(Saved data entries)
/** Open the visibilities of one observation, in one file or many, of any format that is read. */
import { basename } from "node:path";
import { InputError } from "../util/errors.ts";
import { isMapName, looksColumnar } from "./columnar/open-tables.ts";
import { type FoundFiles, findFiles } from "./find-files.ts";
import { joinFits } from "./joined/join.ts";
import { type FileKind, headOf, isFits, kindOfFile } from "./kinds.ts";
import { Notes } from "./notes.ts";
import { openFitsDataset } from "./open-fits.ts";
import type { KnownRows, OpenOptions } from "./recipe.ts";
import type { OpenedDataset } from "./row-summary.ts";

/**
 * Open a file, a folder of files, a glob, or several of these, as one dataset.
 *
 * The rows are looked at once here (their columns, not their samples), so that what the tables leave out is known.
 * Files in a folder that hold no visibilities are left out and named in a note.
 *
 * @throws InputError with advice when a file cannot be read, is of another kind, or is malformed, or when the files do
 *   not belong to one observation
 */
export async function openDataset(
  path: string | readonly string[],
  options: OpenOptions = {},
): Promise<OpenedDataset> {
  const found = await findFiles(path);
  if (!found.searched && found.paths.length === 1) return openFiles(found.paths, options);
  const notes = new Notes();
  const chosen = await choose(found, notes);
  const dataset = await openFiles(chosen, options);
  return { ...dataset, notes: [...dataset.notes, ...notes.list()] };
}

/**
 * @param paths of files alone, in the order of their rows
 * @param known what an earlier opening found in the rows: saves looking at them again
 */
export async function openFiles(
  paths: readonly string[],
  options: OpenOptions,
  known?: KnownRows,
): Promise<OpenedDataset> {
  const [first, second] = paths;
  const head = await headOf(first!);
  if (!isFits(head) && isTable(head, first!)) return openTables(paths, options, known);
  return second === undefined ? openFitsDataset(first!, known?.[0]) : joinFits(paths, known);
}

/** Whether a file that is not FITS is a table of visibilities. */
function isTable(head: Uint8Array, path: string): boolean {
  return looksColumnar(head, path);
}

async function openTables(
  paths: readonly string[],
  options: OpenOptions,
  known?: KnownRows,
): Promise<OpenedDataset> {
  // The readers of tables are large, and most datasets are FITS files.
  const { openColumnar } = await import("./columnar/open.ts");
  return openColumnar(paths, { ...options, known: known?.[0] });
}

const KIND_NAMES: Readonly<Record<FileKind, string>> = {
  "random-groups": "random-groups FITS",
  "fits-idi": "FITS-IDI",
  columnar: "a table of columns",
};

/** Of the files found, those that hold visibilities, all of them of one kind. */
async function choose(found: FoundFiles, notes: Notes): Promise<string[]> {
  const { paths, searched, asked } = found;
  const chosen: string[] = [];
  const others: string[] = [];
  let first: { path: string; kind: FileKind } | undefined;
  for (const path of paths) {
    const kind = await kindOfFile(path, isTable);
    if (kind === null) {
      if (!searched) throw notVisibilities(path);
      if (!isMapName(path)) others.push(basename(path));
      continue;
    }
    first ??= { path, kind };
    if (kind !== first.kind) {
      throw new InputError(
        `this is ${KIND_NAMES[kind]}, and ${basename(first.path)} is ${KIND_NAMES[first.kind]}: expected one kind`,
        { file: path },
        "Name the files of one kind, such as with a glob",
      );
    }
    chosen.push(path);
  }
  if (chosen.length === 0) {
    throw new InputError(
      `none of the ${paths.length} files there holds visibilities: found ${listed(others)}`,
      { file: asked },
      "visvet reads random-groups FITS, FITS-IDI, and columnar tables (CSV, Parquet, Arrow)",
    );
  }
  if (others.length > 0) {
    notes.note("files-left-out", `not visibilities and left out: ${listed(others)}`);
  }
  return chosen;
}

function notVisibilities(path: string): InputError {
  return new InputError(
    "this file holds no visibilities",
    { file: path },
    "visvet reads random-groups FITS, FITS-IDI, and columnar tables (CSV, Parquet, Arrow)",
  );
}

function listed(names: readonly string[]): string {
  const more = names.length > 8 ? ` and ${names.length - 8} more` : "";
  return `${names.slice(0, 8).join(", ")}${more}`;
}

**Problem to solve**
The expected answer is a copy of every line in the entries that holds the word "looksColumnar".

**Written response**
import { isMapName, looksColumnar } from "./columnar/open-tables.ts";
  return looksColumnar(head, path);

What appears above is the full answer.